#### DATA FOR ANALYSIS ####

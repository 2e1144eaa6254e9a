import { mat3, vec3 } from 'gl-matrix';
import { add, cross, dot, eigs, inv, matrix, multiply, norm, subtract } from 'mathjs';
import { describe, expect, it } from 'vitest';
import { createCell, imageResult, minimumImage } from '../../server/src/model/cell';
import { gaussLegendre } from '../../server/src/physics/gauss-legendre';
import { eigen3 } from '../../server/src/physics/symmetric3';
import { known, pairOfPoints, seeded, type Vector } from './data/outside-program';

/** Vectors, matrices and quadrature beside general libraries (gl-matrix, mathjs) and printed tables. */

const random = seeded(7);
const vector = (size: number): [number, number, number] => [
  size * (2 * random() - 1),
  size * (2 * random() - 1),
  size * (2 * random() - 1),
];
const DEGREES = 180 / Math.PI;

describe('angles of a pair beside gl-matrix', () => {
  // gl-matrix keeps single precision unless it is given plain arrays.
  const u: [number, number, number] = [1, 0, 0];
  const cases = Array.from({ length: 200 }, () => {
    const [first, second] = [vector(3), vector(3)];
    return { first, second, pair: pairOfPoints({ dipoleD: first }, { dipoleD: second }, 6) };
  });

  it('theta is the angle between dipole and line of centres', () => {
    for (const { first, second, pair } of cases) {
      expect(known(pair.theta1Deg)).toBeCloseTo(vec3.angle(first, u) * DEGREES, 9);
      expect(known(pair.theta2Deg)).toBeCloseTo(vec3.angle(second, u) * DEGREES, 9);
    }
  });

  it('phi is the turn about the line of centres from the first plane to the second', () => {
    const acrossLine = (v: Vector): [number, number, number] => [0, v[1], v[2]];
    for (const { first, second, pair } of cases) {
      const [p1, p2] = [acrossLine(first), acrossLine(second)];
      const turn = vec3.dot(u, vec3.cross([0, 0, 0], p1, p2));
      expect(known(pair.phiDeg)).toBeCloseTo(Math.sign(turn) * vec3.angle(p1, p2) * DEGREES, 6);
    }
  });

  it('the angular factor is 3 (m1.u)(m2.u) - m1.m2 of the unit vectors', () => {
    for (const { first, second, pair } of cases) {
      const m1 = vec3.normalize([0, 0, 0], first);
      const m2 = vec3.normalize([0, 0, 0], second);
      const factor = 3 * vec3.dot(m1, u) * vec3.dot(m2, u) - vec3.dot(m1, m2);
      expect(known(pair.angularFactor)).toBeCloseTo(factor, 13);
    }
  });

  it('a common turn by a rotation matrix leaves the angular factor of turned points as it was', () => {
    const turn = mat3.fromRotation(mat3.create(), 0.7);
    for (const { first, second, pair } of cases.slice(0, 20)) {
      // A turn about the line of centres: y and z of both dipoles by one angle.
      const turned = (v: Vector): Vector => [v[0], turn[0] * v[1] - turn[1] * v[2], turn[1] * v[1] + turn[0] * v[2]];
      const again = pairOfPoints({ dipoleD: turned(first) }, { dipoleD: turned(second) }, 6);
      expect(known(again.angularFactor)).toBeCloseTo(known(pair.angularFactor), 6);
      expect(known(again.phiDeg)).toBeCloseTo(known(pair.phiDeg), 4);
    }
  });
});

describe('the dipole–dipole energy beside mathjs', () => {
  it('is m1.T.m2 with T = (1 - 3uu)/R^3', () => {
    for (let k = 0; k < 100; k++) {
      const [first, second] = [vector(3), vector(3)];
      const distanceA = 3 + 5 * random();
      const tensor = subtract(
        matrix([
          [1, 0, 0],
          [0, 1, 0],
          [0, 0, 1],
        ]),
        matrix([
          [3, 0, 0],
          [0, 0, 0],
          [0, 0, 0],
        ]),
      );
      const energy = (60.22140759197693 * Number(dot(first, multiply(tensor, second)))) / distanceA ** 3;
      const pair = pairOfPoints({ dipoleD: first }, { dipoleD: second }, distanceA);
      expect(Math.abs(known(pair.energyKJPerMol.dipoleDipole) - energy)).toBeLessThan(1e-9);
    }
  });
});

describe('eigenvalues of symmetric 3x3 matrices beside mathjs', () => {
  const packed: [name: string, matrix: number[]][] = [
    ['diagonal', [3, 0, 0, -1, 0, 2]],
    ['the dipole tensor along z, (1, 1, -2)', [1, 0, 0, 1, 0, -2]],
    ['the dipole tensor along (1, 1, 1)/sqrt 3', [0, -1, -1, 0, -1, 0]],
    ['large beside small', [1e6, 1, 2, 1e-3, 3e-3, -4e-3]],
    ...Array.from({ length: 40 }, (_, k): [string, number[]] => [`random ${k + 1}`, [...vector(2), ...vector(2)]]),
  ];
  it.each(packed)('%s', (_, [xx, xy, xz, yy, yz, zz]) => {
    const full = [
      [xx!, xy!, xz!],
      [xy!, yy!, yz!],
      [xz!, yz!, zz!],
    ];
    const size = Math.max(...full.flat().map(Math.abs));
    const expected = (eigs(full).values as number[]).map(Number).sort((a, b) => a - b);
    const { values, vectors } = eigen3([xx!, xy!, xz!, yy!, yz!, zz!]);
    expect([...values].sort((a, b) => a - b).every((value, k) => Math.abs(value - expected[k]!) < 1e-11 * size)).toBe(
      true,
    );
    for (let k = 0; k < 3; k++) {
      const v = [...vectors.subarray(3 * k, 3 * k + 3)];
      expect(Number(norm(v))).toBeCloseTo(1, 12);
      const residue = subtract(multiply(full, v), multiply(values[k]!, v) as number[]);
      expect(Number(norm(residue))).toBeLessThan(1e-11 * size);
    }
  });
});

describe('Gauss–Legendre quadrature', () => {
  // Abramowitz, Stegun, Handbook of Mathematical Functions (1964), table 25.4: abscissae and weights on [-1, 1].
  it.each([
    [2, 0.577350269189626, 1],
    [3, 0.774596669241483, 0.555555555555556],
    [3, 0, 0.888888888888889],
    [4, 0.861136311594053, 0.347854845137454],
    [4, 0.339981043584856, 0.652145154862546],
    [5, 0.906179845938664, 0.236926885056189],
    [5, 0.538469310105683, 0.478628670499366],
    [8, 0.960289856497536, 0.101228536290376],
    [10, 0.973906528517172, 0.066671344308688],
    [10, 0.148874338981631, 0.295524224714753],
  ])('of %d points has the node %d with weight %d', (count, node, weight) => {
    const { nodes, weights } = gaussLegendre(count);
    for (const sign of [1, -1]) {
      const k = nodes.findIndex((x) => Math.abs(2 * x - 1 - sign * node) < 1e-14);
      expect(k).toBeGreaterThanOrEqual(0);
      expect(Math.abs(2 * weights[k]! - weight)).toBeLessThan(2e-15);
    }
  });

  it.each([1, 2, 5, 16, 64, 200])('of %d points integrates every power up to 2n - 1 on [0, 1] exactly', (count) => {
    const { nodes, weights } = gaussLegendre(count);
    for (let power = 0; power < 2 * count; power++) {
      const sum = nodes.reduce((total, x, k) => total + weights[k]! * x ** power, 0);
      expect(Math.abs(sum * (power + 1) - 1)).toBeLessThan(1e-12);
    }
  });

  it.each([1, 2, 5])('of %d points is off for the power 2n', (count) => {
    const { nodes, weights } = gaussLegendre(count);
    const sum = nodes.reduce((total, x, k) => total + weights[k]! * x ** (2 * count), 0);
    expect(Math.abs(sum * (2 * count + 1) - 1)).toBeGreaterThan(1e-6);
  });

  it('has ascending nodes in (0, 1) and positive weights', () => {
    const { nodes, weights } = gaussLegendre(64);
    expect([...nodes].every((x, k) => x > (k === 0 ? 0 : nodes[k - 1]!) && x < 1)).toBe(true);
    expect([...weights].every((weight) => weight > 0)).toBe(true);
  });
});

describe('cells beside mathjs', () => {
  const cells: [name: string, rows: [number, number, number][]][] = [
    [
      'a box',
      [
        [10, 0, 0],
        [0, 11, 0],
        [0, 0, 12],
      ],
    ],
    [
      'a skewed cell',
      [
        [12.6, 0, 0],
        [1.1, 12.4, 0],
        [-0.7, 0.8, 12.25],
      ],
    ],
    [
      'a hexagonal cell',
      [
        [9, 0, 0],
        [-4.5, 7.794228634059948, 0],
        [0, 0, 14],
      ],
    ],
    [
      'a flat rhombus of 20 degrees',
      [
        [10, 0, 0],
        [9.396926207859083, 3.420201433256687, 0],
        [0, 0, 9],
      ],
    ],
    [
      'a left-handed cell',
      [
        [0, 8, 1],
        [9, 0, 0],
        [2, 1, 10],
      ],
    ],
  ];
  describe.each(cells)('%s', (_, rows) => {
    const cell = createCell(rows.flat(), [true, true, true]);
    if (typeof cell === 'string') throw new Error(cell);

    it('has a reduced basis of the same volume', () => {
      const volume = (b: number[][]) => Math.abs(Number(dot(b[0]!, cross(b[1]!, b[2]!) as number[])));
      const reduced = [0, 1, 2].map((k) => [...cell.reducedA.subarray(3 * k, 3 * k + 3)]);
      expect(volume(reduced) / volume(rows)).toBeCloseTo(1, 12);
    });

    it('has the inverse of its reduced basis', () => {
      const reduced = [0, 1, 2].map((k) => [...cell.reducedA.subarray(3 * k, 3 * k + 3)]);
      const expected = (inv(reduced) as number[][]).flat();
      expect(expected.every((value, k) => Math.abs(value - cell.inverse[k]!) < 1e-13)).toBe(true);
    });

    it('finds the shortest of 1331 images of a difference', () => {
      const out = imageResult();
      for (let k = 0; k < 60; k++) {
        const d = vector(15);
        let shortest = Number.POSITIVE_INFINITY;
        for (let a = -5; a <= 5; a++) {
          for (let b = -5; b <= 5; b++) {
            for (let c = -5; c <= 5; c++) {
              const shift = multiply([a, b, c], rows) as unknown as number[];
              shortest = Math.min(shortest, Number(norm(add(d, shift))));
            }
          }
        }
        minimumImage(cell, ...d, out);
        expect(Math.abs(Math.hypot(...out.vectorA) - shortest)).toBeLessThan(1e-12 * 15);
        const shifted = add(d, multiply([...out.image], rows) as unknown as number[]);
        expect(Number(norm(subtract(shifted, [...out.vectorA])))).toBeLessThan(1e-12 * 15);
      }
    });
  });
});
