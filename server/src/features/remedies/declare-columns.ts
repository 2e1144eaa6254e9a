import type { CoordinateTree, FrameTree } from '../../formats/tree';
import { CommentLine } from '../rewrite/comment-line';
import { offered, type RemedyMaker } from './remedy';

/** Atomic charges are hardly larger, e, and those of a frame add up to a whole number within this. */
const LARGEST_CHARGE_E = 3;
const WHOLE_E = 0.05;
/** Fields past these are not declared. */
const MOST_FIELDS = 40;
const PLAIN = 'species:S:1:pos:R:3';

/** Says what the columns after z are: charges where they look so, and else something that is not interpreted. */
export const declareColumns: RemedyMaker = (_, { file, frame }) => {
  const { tree } = frame.model;
  const columns = furtherColumns(file, tree);
  if (columns === null) return [];
  const write = (properties: string) => {
    const line = new CommentLine(file, tree);
    line.set('Properties', properties);
    return line.edits();
  };
  const neutral = `${PLAIN}:${columns.map((column, k) => `column_${k + 5}:${typeOf(column)}:1`).join(':')}`;
  const asCharges = columns.length === 1 && lookLikeCharges(columns[0]!) ? write(`${PLAIN}:charge:R:1`) : null;
  return [
    ...offered('Declare the further column as atomic charges', asCharges),
    ...offered('Declare the further columns without a meaning', write(neutral)),
  ];
};

/** The fields after z by columns; `null` where the lines do not all have as many. */
function furtherColumns({ text, lines }: CoordinateTree, { atoms }: FrameTree): string[][] | null {
  const columns: string[][] = [];
  for (let i = 0; i < atoms.count; i++) {
    const line = atoms.line[i]!;
    const fields = text.slice(lines.starts[line]!, lines.end(line)).trim().split(/\s+/).slice(4);
    if (i === 0) for (let k = 0; k < fields.length; k++) columns.push([]);
    if (fields.length !== columns.length || fields.length === 0 || fields.length > MOST_FIELDS) return null;
    for (const [k, field] of fields.entries()) columns[k]!.push(field);
  }
  return columns.length === 0 ? null : columns;
}

function typeOf(column: readonly string[]): 'I' | 'R' | 'S' {
  if (column.every((field) => /^[+-]?\d+$/.test(field))) return 'I';
  return column.every((field) => Number.isFinite(numberIn(field))) ? 'R' : 'S';
}

function numberIn(field: string): number {
  return /^[+-]?(?:\d+\.?\d*|\.\d+)(?:[eEdD][+-]?\d+)?$/.test(field) ? Number(field.replace(/[dD]/, 'e')) : Number.NaN;
}

function lookLikeCharges(column: readonly string[]): boolean {
  if (typeOf(column) !== 'R') return false;
  const charges = column.map(numberIn);
  const sum = charges.reduce((total, charge) => total + charge, 0);
  const isSmall = charges.every((charge) => Math.abs(charge) <= LARGEST_CHARGE_E);
  return isSmall && charges.some((charge) => charge !== 0) && Math.abs(sum - Math.round(sum)) <= WHOLE_E;
}
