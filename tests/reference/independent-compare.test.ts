import { describe, expect, test } from 'vitest';
import { differences, type ProgramFrame } from './independent/compare.js';
import { MOLECULES, scatter, seeded, writeXyz } from './independent/invent.js';
import { independentFrames } from './independent.js';

/** The comparison itself: it accepts what is equal and notices every single change. */

const { water, hydroxide, fluoroChloroMethane } = MOLECULES;
const placed = scatter([water, fluoroChloroMethane, hydroxide], 4, seeded(3));
const keys = 'fragment_polarizabilities="1.45 4.2 2.1"';
const expected = independentFrames(writeXyz(placed, { charges: true, fragments: true, keys }), 'xyz');
const printed = (): ProgramFrame[] => JSON.parse(JSON.stringify(expected));

type Json = { [key: string]: Json } | Json[] | number | string | null;

/** Paths of all leaves, `doubts` left out: they are not printed. */
function leaves(value: Json, path: string[] = []): string[][] {
  if (value === null || typeof value !== 'object') return [path];
  return Object.entries(value).flatMap(([key, inner]) => (key === 'doubts' ? [] : leaves(inner, [...path, key])));
}

function change(frames: ProgramFrame[], path: string[], by: (value: Json) => Json): void {
  let holder = frames as unknown as { [key: string]: Json };
  for (const key of path.slice(0, -1)) holder = holder[key] as { [key: string]: Json };
  const last = path[path.length - 1];
  holder[last] = by(holder[last]);
}

function another(value: Json): Json {
  if (typeof value === 'number') return value === 0 ? 1e-3 : value * 1.01;
  return value === null ? 0 : `${value}!`;
}

describe('the comparison', () => {
  test('what is equal differs nowhere', () => {
    expect(differences(printed(), expected)).toEqual([]);
  });

  test('every leaf of the output, changed by itself, is noticed', () => {
    const unnoticed = leaves(JSON.parse(JSON.stringify(expected))).filter((path) => {
      const frames = printed();
      change(frames, path, another);
      return differences(frames, expected).length === 0;
    });
    expect(unnoticed).toEqual([]);
  });

  test('two parts in a million are noticed, half a part is not', () => {
    const path = ['0', 'pairs', '0', 'energyKJPerMol', 'coulomb'];
    for (const [part, count] of [
      [2e-6, 1],
      [0.5e-6, 0],
    ]) {
      const frames = printed();
      change(frames, path, (value) => (value as number) * (1 + part));
      expect(differences(frames, expected)).toHaveLength(count);
    }
  });

  test('a missing pair, an extra pair, a missing frame', () => {
    const fewer = printed();
    const pair = fewer[0].pairs.pop()!;
    expect(differences(fewer, expected)).toHaveLength(1);
    const more = printed();
    more[0].pairs.push({ ...pair, first: 3, second: 4 });
    expect(differences(more, expected)).toHaveLength(1);
    expect(differences([], expected)).toHaveLength(1);
  });

  test('a whole turn of φ is no difference', () => {
    const frames = printed();
    change(frames, ['0', 'pairs', '0', 'phiDeg'], (value) => (value as number) + 360);
    expect(differences(frames, expected)).toEqual([]);
  });
});
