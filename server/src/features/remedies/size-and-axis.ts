import type { FrameAnalysis } from '../../analysis/frame-analysis';
import type { TextEdit } from '../../base/finding';
import { listGroups, listItems } from '../../formats/annotation/lists';
import type { CoordinateTree } from '../../formats/tree';
import type { WrittenDipole } from '../../model/annotation';
import { dipoleUnitEA } from '../../physics/units';
import { axisAlong, type NamedAxis } from '../rewrite/axes';
import { CommentLine } from '../rewrite/comment-line';
import { significant } from '../rewrite/digits';
import { norm } from '../rewrite/vectors';
import { comparedWith } from './dipole-unit';
import { offered, type RemedyMaker } from './remedy';

/** An axis describes a direction within this, degrees. */
const WITHIN_DEG = 5;

/** Writes a vector of another orientation as its size and an axis, which follows the atoms. */
export const sizeAndAxis: RemedyMaker = ({ start }, { file, frame }) => {
  const { notes, fragments } = frame.model;
  const f = notes.findIndex(({ writtenDipole }) => writtenDipole?.span.start === start);
  const written = notes[f]?.writtenDipole;
  const dipoleEA = notes[f]?.dipoleEA;
  if (!written || !dipoleEA || notes.some((note, g) => g !== f && note.writtenDipole?.span.start === start)) return [];
  const axis = axisAlong(frame, f, comparedWith(frame, f), WITHIN_DEG);
  if (axis === null || fragments.count > 1000) return [];
  const scale = dipoleUnitEA(written.unit)!;
  const texts = written.items.map((item) => file.text.slice(item.start, item.end));
  const size = significant(norm(dipoleEA) / scale, texts, norm(dipoleEA) / scale);
  const title = `Give it as a size of ${size} along ${axis.text}, which follows the atoms`;
  const edits =
    file.language === 'pdb' ? inRemark(file, written, size, axis) : inComment(file, frame, f, written, size, axis);
  return offered(title, edits);
};

function inRemark(file: CoordinateTree, written: WrittenDipole, size: string, axis: NamedAxis): TextEdit[] | null {
  const remark = file.remarks.find(({ line }) => line === file.lines.lineAt(written.span.start));
  const entry = remark?.entries.find(({ value }) => value.start === written.span.start);
  if (entry === undefined || remark!.entries.some(({ key }) => key === 'axis' || key === 'dipole_size')) return null;
  return [{ start: entry.keySpan.start, end: entry.value.end, text: `dipole_size=${size} axis=${axis.text}` }];
}

function inComment(
  file: CoordinateTree,
  frame: FrameAnalysis,
  f: number,
  written: WrittenDipole,
  size: string,
  axis: NamedAxis,
): readonly TextEdit[] | string | null {
  const { count } = frame.model.fragments;
  const line = new CommentLine(file, frame.model.tree);
  for (const item of written.items) line.replace({ ...item, text: 'nan' });
  const numbers = (atoms: readonly number[]) => atoms.map((atom) => atom + 1).join(',');
  const values = [
    ['fragment_dipole_sizes', size, listItems],
    ['fragment_axes', `${numbers(axis.before)}>${numbers(axis.after)}`, listGroups],
  ] as const;
  for (const [key, value, split] of values) {
    const entry = line.entry(key);
    const items = entry === undefined ? null : split(file.text, entry);
    if (items === null) line.set(key, Array.from({ length: count }, (_, g) => (g === f ? value : 'nan')).join(' '));
    else if (items.length === count) line.replace({ ...items[f]!, text: value });
    else return null;
  }
  return line.edits();
}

####

**WHAT IS REQUIRED**
From the line holding "expect(known(pair.angularFactor)).toBeCloseTo(factor, 13);" to the line holding "by one angle.", inclusive, restate each line above exactly as written.

**EXERCISE RESULT**
      expect(known(pair.angularFactor)).toBeCloseTo(factor, 13);
    }
  });

  it('a common turn by a rotation matrix leaves the angular factor of turned points as it was', () => {
    const turn = mat3.fromRotation(mat3.create(), 0.7);
    for (const { first, second, pair } of cases.slice(0, 20)) {
      // A turn about the line of centres: y and z of both dipoles by one angle.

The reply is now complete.